DATASET ENTRIES
============================================================
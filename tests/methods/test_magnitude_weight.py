import numpy as np
import pytest
from hypothesis import given, settings
from hypothesis import strategies as st

from identkit.errors import InfeasibleError, InputError
from identkit.methods.magnitude_weight import fit_magnitude_weight

TWO_PI = 2.0 * np.pi


def log_grid(points=400, low=10.0, high=2e4):
    return np.geomspace(low, high, points)


def delay_radius(frequency):
    return np.maximum(0.02, 2.0 * np.sin(np.minimum(frequency * 2e-4, np.pi) / 2.0))


def resonant_radius(frequency):
    peaks = [(3.0, 90.0), (5.0, 700.0), (2.0, 3000.0), (8.0, 11000.0)]
    terms = [
        0.01 * a / np.hypot(1.0 - (frequency / f) ** 2, 0.01 * frequency / f) for a, f in peaks
    ]
    return 0.01 + sum(terms)


def kinked_radius(frequency):
    knots = np.log([10.0, 60.0, 300.0, 2000.0, 5000.0, 2e4])
    return np.exp(np.interp(np.log(frequency), knots, [-3.5, -2.0, 0.5, -1.0, 1.5, 2.0]))


RADII = {"delay": delay_radius, "resonant": resonant_radius, "kinked": kinked_radius}


def state_space_magnitude(weight, frequency):
    a, b, c, d = weight.state_space()
    identity = np.eye(a.shape[0])
    return np.array(
        [abs((c @ np.linalg.solve(1j * w * identity - a, b) + d)[0, 0]) for w in TWO_PI * frequency]
    )


@pytest.mark.parametrize("order", [0, 1, 2, 3, 5, 8, 12, 16])
@pytest.mark.parametrize("name", RADII)
def test_weight_covers_and_is_certified(name, order):
    frequency = log_grid()
    radius = RADII[name](frequency)
    weight = fit_magnitude_weight(frequency, radius, order)
    share = weight.magnitude(frequency) / radius
    assert share.min() >= 1.0
    assert 20.0 * np.log10(share.max()) <= weight.excess_db + 1e-9
    assert weight.floor_db <= weight.excess_db
    assert weight.gap_db <= 0.02
    assert weight.least_damping >= 0.002 * (1.0 - 1e-9)
    assert weight.poles.size == weight.zeros.size <= order
    assert np.all(weight.poles.real < 0.0)
    assert np.all(weight.zeros.real < 0.0)
    np.testing.assert_allclose(
        state_space_magnitude(weight, frequency[::20]), weight.magnitude(frequency[::20]), rtol=1e-9
    )


@pytest.mark.parametrize("name", RADII)
def test_excess_falls_with_order(name):
    frequency = log_grid()
    radius = RADII[name](frequency)
    excess = [fit_magnitude_weight(frequency, radius, n).excess_db for n in (0, 1, 2, 4, 8)]
    assert np.all(np.diff(excess) <= 0.02)


def test_constant_weight_is_the_largest_radius():
    weight = fit_magnitude_weight(np.array([1.0, 2.0, 5.0]), np.array([0.5, 0.2, 0.4]), 0)
    assert weight.gain == pytest.approx(0.5, rel=1e-9)
    assert weight.excess_db == pytest.approx(20.0 * np.log10(2.5), abs=1e-6)
    assert weight.gap_db == pytest.approx(0.0, abs=1e-6)


@pytest.mark.parametrize("order", [1, 2, 4])
def test_radius_that_is_a_weight_of_the_order_is_met(order):
    frequency = log_grid()
    s = 2j * np.pi * frequency
    radius = np.ones(frequency.size)
    for k in range(order):
        corner = TWO_PI * 50.0 * 6.0**k
        radius = radius * np.abs((s + 3.0 * corner) / (s + corner)) * 0.5
    weight = fit_magnitude_weight(frequency, radius, order)
    assert weight.excess_db <= 0.02
    assert fit_magnitude_weight(frequency, radius, order - 1).floor_db > 0.05


def test_result_does_not_depend_on_units_or_order_of_points():
    frequency = log_grid(300)
    radius = kinked_radius(frequency)
    weight = fit_magnitude_weight(frequency, radius, 4)
    shuffled = np.random.default_rng(0).permutation(300)
    other = fit_magnitude_weight(frequency[shuffled] / 1e3, 1e4 * radius[shuffled], 4)
    assert other.excess_db == pytest.approx(weight.excess_db, abs=0.02)
    np.testing.assert_allclose(other.gain, 1e4 * weight.gain, rtol=5e-3)


def test_profile_shapes_the_excess():
    frequency = log_grid()
    radius, profile = resonant_radius(frequency), np.interp(frequency, [100.0, 5000.0], [1.0, 10.0])
    weight = fit_magnitude_weight(frequency, radius, 6, profile=profile)
    share = weight.magnitude(frequency) / (radius * profile)
    assert 20.0 * np.log10(share.max()) == pytest.approx(weight.excess_db, abs=1e-6)
    flat = fit_magnitude_weight(frequency, radius, 6)
    low = frequency < 100.0
    share_low = weight.magnitude(frequency[low]) / radius[low]
    flat_low = flat.magnitude(frequency[low]) / radius[low]
    assert share_low.max() < flat_low.max()
    assert weight.gap_db <= 0.02


def test_cap_is_kept_and_costs_excess():
    frequency = log_grid()
    radius = delay_radius(frequency)
    free = fit_magnitude_weight(frequency, radius, 2)
    cap = np.where(frequency < 15.0, 0.0205, np.inf)
    capped = fit_magnitude_weight(frequency, radius, 2, cap=cap)
    assert np.all(capped.magnitude(frequency) <= cap * (1.0 + 1e-6))
    assert np.all(capped.magnitude(frequency) >= radius)
    assert capped.excess_db > free.excess_db
    assert capped.gap_db <= 0.02


def test_ceiling_limits_frequencies_without_radius():
    frequency = log_grid(300, 100.0, 2e4)
    radius = delay_radius(frequency)
    free = fit_magnitude_weight(frequency, radius, 2)
    places = np.array([0.0, 1.0, 30.0])
    ceiling = (places, 0.7 * free.magnitude(places))
    weight = fit_magnitude_weight(frequency, radius, 2, ceiling=ceiling)
    assert np.all(weight.magnitude(places) <= ceiling[1] * (1.0 + 1e-6))
    assert np.all(weight.magnitude(frequency) >= radius)
    assert weight.gap_db <= 0.02


def test_impossible_cap_names_the_frequency():
    frequency = log_grid(200)
    radius = delay_radius(frequency)
    with pytest.raises(InfeasibleError, match="is below the radius") as caught:
        fit_magnitude_weight(frequency, radius, 2, cap=np.where(frequency > 1e4, 1.5, np.inf))
    assert caught.value.frequency > 1e4
    with pytest.raises(InfeasibleError, match="there is no weight of order 1") as caught:
        fit_magnitude_weight(frequency, radius, 1, cap=1.05 * radius)
    assert frequency[0] <= caught.value.frequency <= frequency[-1]
    with pytest.raises(InfeasibleError, match="there is no weight of order 0"):
        fit_magnitude_weight(frequency, radius, 0, cap=1.05 * radius)


def test_damping_floor_holds_and_says_what_it_costs():
    frequency = log_grid(1200)
    radius = resonant_radius(frequency)
    free = fit_magnitude_weight(frequency, radius, 8)
    damped = fit_magnitude_weight(frequency, radius, 8, damping_floor=0.02)
    assert damped.least_damping >= 0.02 * (1.0 - 1e-9)
    assert damped.damping_cost_db > 1.0
    assert damped.floor_db == pytest.approx(free.floor_db, abs=0.03)
    assert damped.excess_db - damped.damping_cost_db == pytest.approx(free.excess_db, abs=0.03)


def test_warm_restart_with_added_points():
    frequency = log_grid(300)
    weight = fit_magnitude_weight(frequency, kinked_radius(frequency), 6)
    more = np.append(frequency, np.geomspace(290.0, 310.0, 21))
    cold = fit_magnitude_weight(more, kinked_radius(more), 6)
    warm = fit_magnitude_weight(more, kinked_radius(more), 6, start=weight)
    assert warm.excess_db == pytest.approx(cold.excess_db, abs=0.02)
    assert warm.gap_db <= 0.02


def test_weight_outside_the_points_stays_near_its_ends():
    frequency = log_grid(300)
    weight = fit_magnitude_weight(frequency, delay_radius(frequency), 3)
    allowed = 10.0 * 10.0 ** (weight.excess_db / 20.0)
    assert weight.magnitude(np.array([0.0]))[0] <= allowed * 0.02 * (1.0 + 1e-6)
    assert weight.magnitude(np.array([np.inf]))[0] <= allowed * 2.0 * (1.0 + 1e-6)


@pytest.mark.parametrize(
    ("changes", "message"),
    [
        ({"radius": np.ones(3)}, "radius: found 3 values"),
        ({"radius": np.zeros(20)}, "radius at 1 Hz: found 0"),
        ({"frequency_hz": -np.arange(1.0, 21.0)}, "frequency at -1 Hz"),
        ({"order": 10}, "at least 21 for order 10"),
        ({"order": -1}, "order: found -1"),
        ({"profile": np.full(20, np.nan)}, "profile at 1 Hz: found nan"),
        ({"cap": np.zeros(20)}, "cap at 1 Hz: found 0"),
        ({"ceiling": (np.ones(2), np.ones(1))}, "ceiling: found 1 values"),
        ({"ceiling": (np.ones(1), np.zeros(1))}, "ceiling: found a value out of range"),
    ],
)
def test_bad_input_is_named(changes, message):
    arguments = {"frequency_hz": np.arange(1.0, 21.0), "radius": np.ones(20), "order": 1}
    with pytest.raises(InputError, match=message):
        fit_magnitude_weight(**(arguments | changes))


def bumps(seed):
    rng = np.random.default_rng(seed)
    low = 10.0 ** rng.uniform(0.0, 2.0)
    frequency = np.geomspace(low, low * 10.0 ** rng.uniform(0.5, 4.0), rng.integers(40, 400))
    position = np.log(frequency / low)
    waves = [
        rng.standard_normal() * np.cos(2.0 * k * position + rng.uniform(0.0, 6.0)) / (1.0 + k)
        for k in range(1, 9)
    ]
    return frequency, np.exp(rng.uniform(0.1, 2.0) * sum(waves))


@settings(max_examples=25, deadline=None, derandomize=True)
@given(seed=st.integers(0, 10_000), order=st.integers(0, 8))
def test_random_radii_are_covered_with_a_valid_floor(seed, order):
    frequency, radius = bumps(seed)
    weight = fit_magnitude_weight(frequency, radius, order)
    share = weight.magnitude(frequency) / radius
    assert share.min() >= 1.0
    assert 20.0 * np.log10(share.max()) <= weight.excess_db + 1e-9
    assert weight.excess_db >= weight.floor_db - 1e-9
    assert weight.gap_db <= 0.02 + weight.damping_cost_db
    assert weight.least_damping >= 0.002 * (1.0 - 1e-9)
============================================================
REQUIREMENT
Go line by line through the records above and copy each one containing "hypothesis".

TASK OUTPUT
from hypothesis import given, settings
from hypothesis import strategies as st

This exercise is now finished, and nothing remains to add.